# Paul Silas will not return



## Diable (Apr 26, 2005)

http://blogs.charlotte.com/inside_the_nba/2012/04/paul-silas-out-as-charlotte-bobcats-coach.html

MJ offered him a contract and Silas threatened to kick his ass. That's the way I heard it.


----------



## Basel (Mar 31, 2005)

I hope he gets a coaching job somewhere else. He's a good coach. He just had zero talent. Phil Jackson couldn't have done anything positive with this squad.


----------



## roux (Jun 20, 2006)

what a shock


----------



## Marcus13 (Jul 17, 2002)

I'm sure he's quite happy to learn that, too


----------



## RollWithEm (Jul 16, 2002)

I thought Paul Silas was a horrible coach when he was with the Hornets.

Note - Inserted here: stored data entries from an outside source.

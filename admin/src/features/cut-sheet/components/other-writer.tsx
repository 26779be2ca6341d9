import { useEffect, useRef } from 'react';
import { Button } from '../../../components/ui/button.js';
import { momentText } from '../../../lib/moments.js';
import { type OtherWriter, type Section, sectionWords } from '../model/two-writers.js';

/** Says who saved in between; what both have written is for the person to decide. */
export function OtherWriterNotice({
  other,
  onTake,
}: {
  readonly other: OtherWriter;
  readonly onTake: (section: Section) => void;
}) {
  const notice = useRef<HTMLDivElement>(null);
  useEffect(() => notice.current?.focus(), []);
  const { by, at, both } = other;
  return (
    <div
      ref={notice}
      tabIndex={-1}
      role="group"
      aria-labelledby="other-writer-title"
      className="rounded-sm border-2 border-logwood bg-sheet p-4"
    >
      <h2 id="other-writer-title" className="text-body font-semibold text-logwood">
        {by ?? 'Somebody'} saved this cut sheet while you were writing
      </h2>
      <p className="mt-1 text-table text-ink-2">
        {at && `${momentText(at)}. `}What you typed is kept; sections that only they changed now show their
        text. Look it over and save again.
      </p>
      {both.length > 0 && (
        <ul
          className="mt-3 divide-y divide-hair border-y border-hair"
          aria-label="Sections that you both changed"
        >
          {both.map((section) => (
            <li key={section} className="flex flex-wrap items-center justify-between gap-3 py-2 text-table">
              <span>
                <span className="font-medium">{sectionWords[section]}</span>: yours stands
              </span>
              <Button height="dense" onClick={() => onTake(section)}>
                Take theirs <span className="sr-only">for {sectionWords[section]}</span>
              </Button>
            </li>
          ))}
        </ul>
      )}
    </div>
  );
}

I don't know how he continues to be employable.


----------



## e-monk (Sep 10, 2010)

his stint with the hornets was quite respectable seeing as he was working with pretty mediocre talent (Baron Davis, PJ Brown, David Wesley, Elden Campbell et al) - 4 play-off runs, a couple second round apppearances - I wouldnt call that horrible


----------



## Diable (Apr 26, 2005)

He's not a great x and o guy, he does usually get his teams to play hard. Wasn't anything he could really accomplish with this team. At any rate he only took this job because he lives in Charlotte and probably was trying to give his son Stephen Silas some help getting a job. Truthfully his son looks sort of like a decent coach. Silas is more or less average.


----------



## Blue (Jun 21, 2007)

> The Bobcats are expected to quickly engage in a coaching search. Potential candidates could include former Portland Trail Blazers coach (and one-time N.C. State great) Nate McMillan and former New York Knicks coach Mike D’Antoni. *Another possibility could be Orlando Magic assistant coach Patrick Ewing, who has close ties to Bobcats owner Michael Jordan.
> 
> Ewing, among the best centers in NBA history, played on the original Dream Team with
> Jordan. As players they both were represented by agent David Falk.*


That would be interesting


----------



## Pay Ton (Apr 18, 2003)

Wasn't Paul Silas the coach that was asked about his opinion regarding somebody and stated, "See you next time?"

I think it was him.

I like him.


----------